# What is everyone watching?



## Tina xx (Aug 30, 2006)

Hi girls, 

I was just wondering what programmes you are all watching? I know that a lot of us are watching ER, Desperate Housewives & Dancing On Ice. 

I'm looking forward to the next series of Criminal Minds (starts next Friday) and I really can't wait for the new series of Ghost Whisperer. Does anyone else watch these? 

Tina xx


----------



## TwiceBlessed (Nov 8, 2006)

not a lot. Wish i hadnt watched waterloo road this week though  

Do watch 2 1/2 men when I can on Paramount!


----------



## Tina xx (Aug 30, 2006)

2 & 1/2 Men is so funny, I don't watch it very often, but when I do it really makes me laugh


----------



## TwiceBlessed (Nov 8, 2006)

what is annoying me is that they dont seem to be on in any particular order and I often catch the repeats that have been on 3 times in the past month ...rather than the newer ones...


----------



## ❁ BG2007 ❁ (Jun 26, 2007)

Managed to see the first two episodes of Mistresses this week, looks like it's going to be another good series!  
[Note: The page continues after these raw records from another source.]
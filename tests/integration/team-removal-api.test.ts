import { and, eq } from "drizzle-orm";
import { afterAll, beforeAll, describe, expect, it } from "vitest";
import { DELETE as cancel } from "@/app/api/projects/[projectId]/invitations/[invitationId]/route";
import { DELETE as remove } from "@/app/api/projects/[projectId]/members/[userId]/route";
import { createInvitation } from "@/lib/commands/create-invitation";
import { auditEvents, invitations, memberships } from "@/db/schema";
import { ROLES } from "@/lib/permissions";
import { closeDb, getDb, requireIntegrationEnv } from "../support/db";
import { createFixtureUser, createProjectFixture, type FixtureUser, type ProjectFixture } from "../support/fixtures";
import { buildRequest, routeContext } from "../support/session";

let fx: ProjectFixture;

beforeAll(async () => {
  requireIntegrationEnv();
  fx = await createProjectFixture("team-removal");
});
afterAll(closeDb);

const membershipOf = async (userId: string) =>
  (await getDb().select().from(memberships).where(and(eq(memberships.projectId, fx.projectId), eq(memberships.userId, userId))))[0];
const eventsOf = (action: string) => getDb().select().from(auditEvents).where(and(eq(auditEvents.projectId, fx.projectId), eq(auditEvents.action, action)));

describe("DELETE /api/projects/[projectId]/invitations/[invitationId]", () => {
  let invitationId: string;
  const path = () => `/api/projects/${fx.projectId}/invitations/${invitationId}`;
  const ctx = (id = invitationId) => routeContext({ projectId: fx.projectId, invitationId: id });
  const call = async (user?: FixtureUser, id = invitationId) => cancel(await buildRequest(path(), { method: "DELETE", user }), ctx(id));
  const stored = async () => (await getDb().select().from(invitations).where(eq(invitations.id, invitationId)))[0];

  beforeAll(async () => {
    const { invitation } = await createInvitation({ projectId: fx.projectId, email: `cancel-${fx.projectId.slice(0, 8)}@fixture.test`, role: "architect", invitedBy: fx.users.owner.id });
    invitationId = invitation.id;
  });

  it("answers 401 signed out and 404 to a non-member, keeping the invitation", async () => {
    expect((await call()).status).toBe(401);
    expect((await call(fx.users.outsider)).status).toBe(404);
    expect(await stored()).toBeDefined();
  });

  it.each(ROLES.filter((r) => r !== "owner"))("answers 403 to a %s", async (role) => {
    expect((await call(fx.users[role])).status).toBe(403);
    expect(await stored()).toBeDefined();
  });

  // Malformed ids are a 404 by the project's rule (lib/http/parse.ts parseParams); a DELETE has no body to be a 400.
  it("answers 404 for a malformed id and for an invitation of another project", async () => {
    expect((await call(fx.users.owner, "not-a-uuid")).status).toBe(404);
    const other = await createProjectFixture("team-removal-other");
    const { invitation } = await createInvitation({ projectId: other.projectId, email: `other-${other.projectId.slice(0, 8)}@fixture.test`, role: "viewer", invitedBy: other.users.owner.id });
    expect((await call(fx.users.owner, invitation.id)).status).toBe(404);
    expect((await getDb().select().from(invitations).where(eq(invitations.id, invitation.id))).length).toBe(1);
  });

  it("lets the owner cancel it, with an audit event", async () => {
    expect((await call(fx.users.owner)).status).toBe(204);
    expect(await stored()).toBeUndefined();
    expect(await eventsOf("invitation.cancelled")).toEqual([expect.objectContaining({ actorId: fx.users.owner.id, subjectId: invitationId })]);
    expect((await call(fx.users.owner)).status).toBe(404);
  });
});

describe("DELETE /api/projects/[projectId]/members/[userId]", () => {
  const path = (userId: string) => `/api/projects/${fx.projectId}/members/${userId}`;
  const call = async (target: string, user?: FixtureUser) => remove(await buildRequest(path(target), { method: "DELETE", user }), routeContext({ projectId: fx.projectId, userId: target }));

  it("answers 401 signed out and 404 to a non-member, removing no one", async () => {
    expect((await call(fx.users.viewer.id)).status).toBe(401);
    expect((await call(fx.users.viewer.id, fx.users.outsider)).status).toBe(404);
    expect(await membershipOf(fx.users.viewer.id)).toBeDefined();
  });

  it.each(ROLES.filter((r) => r !== "owner"))("answers 403 to a %s, even removing themselves or another member", async (role) => {
    expect((await call(fx.users.viewer.id, fx.users[role])).status).toBe(403);
    expect((await call(fx.users.owner.id, fx.users[role])).status).toBe(403);
    expect(await membershipOf(fx.users.viewer.id)).toBeDefined();
    expect(await membershipOf(fx.users.owner.id)).toBeDefined();
  });

  it("answers 404 for a malformed id and for someone not on the team", async () => {
    expect((await call("not-a-uuid", fx.users.owner)).status).toBe(404);
    expect((await call(fx.users.outsider.id, fx.users.owner)).status).toBe(404);
  });

  it("never removes the last owner, and writes no audit event for the refusal", async () => {
    const response = await call(fx.users.owner.id, fx.users.owner);
    expect(response.status).toBe(409);
    expect(await response.json()).toEqual({ error: expect.stringMatching(/owner/) });
    expect(await membershipOf(fx.users.owner.id)).toMatchObject({ role: "owner" });
    expect(await eventsOf("member.removed")).toEqual([]);
  });

  it("lets the owner remove a member, with an audit event; the removed member is then an outsider", async () => {
    expect((await call(fx.users.viewer.id, fx.users.owner)).status).toBe(204);
    expect(await membershipOf(fx.users.viewer.id)).toBeUndefined();
    expect(await eventsOf("member.removed")).toEqual([expect.objectContaining({ actorId: fx.users.owner.id, subjectId: fx.users.viewer.id, details: { role: "viewer" } })]);
    expect((await call(fx.users.architect.id, fx.users.viewer)).status).toBe(404);
  });

  it("lets an owner step down when another owner remains", async () => {
    const second = await createFixtureUser("team-removal-second-owner");
    await getDb().insert(memberships).values({ projectId: fx.projectId, userId: second.id, role: "owner" });
    expect((await call(fx.users.owner.id, fx.users.owner)).status).toBe(204);
    expect(await membershipOf(fx.users.owner.id)).toBeUndefined();
    expect((await call(second.id, second)).status).toBe(409);
  });
});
Is the Desp Housewives that's on a new series? Which season? I think I've missed a season due to my Sky+ canceling it's series link thing and now I don't know where I am in it ...


----------



## Charlies-Mum (May 25, 2005)

Desp housewifes is the second half of the new series - stopped just before xmas (I think). Strange to show it in two parts as I'd forgotten what had happened


----------



## Tina xx (Aug 30, 2006)

EBW, I know what you mean, it does get really annoying  

B, It is on E4 on Sunday and did a recap of what happened during the first half of this series (it just took a break - not sure why   ) Hope you can get back into it   How are you?  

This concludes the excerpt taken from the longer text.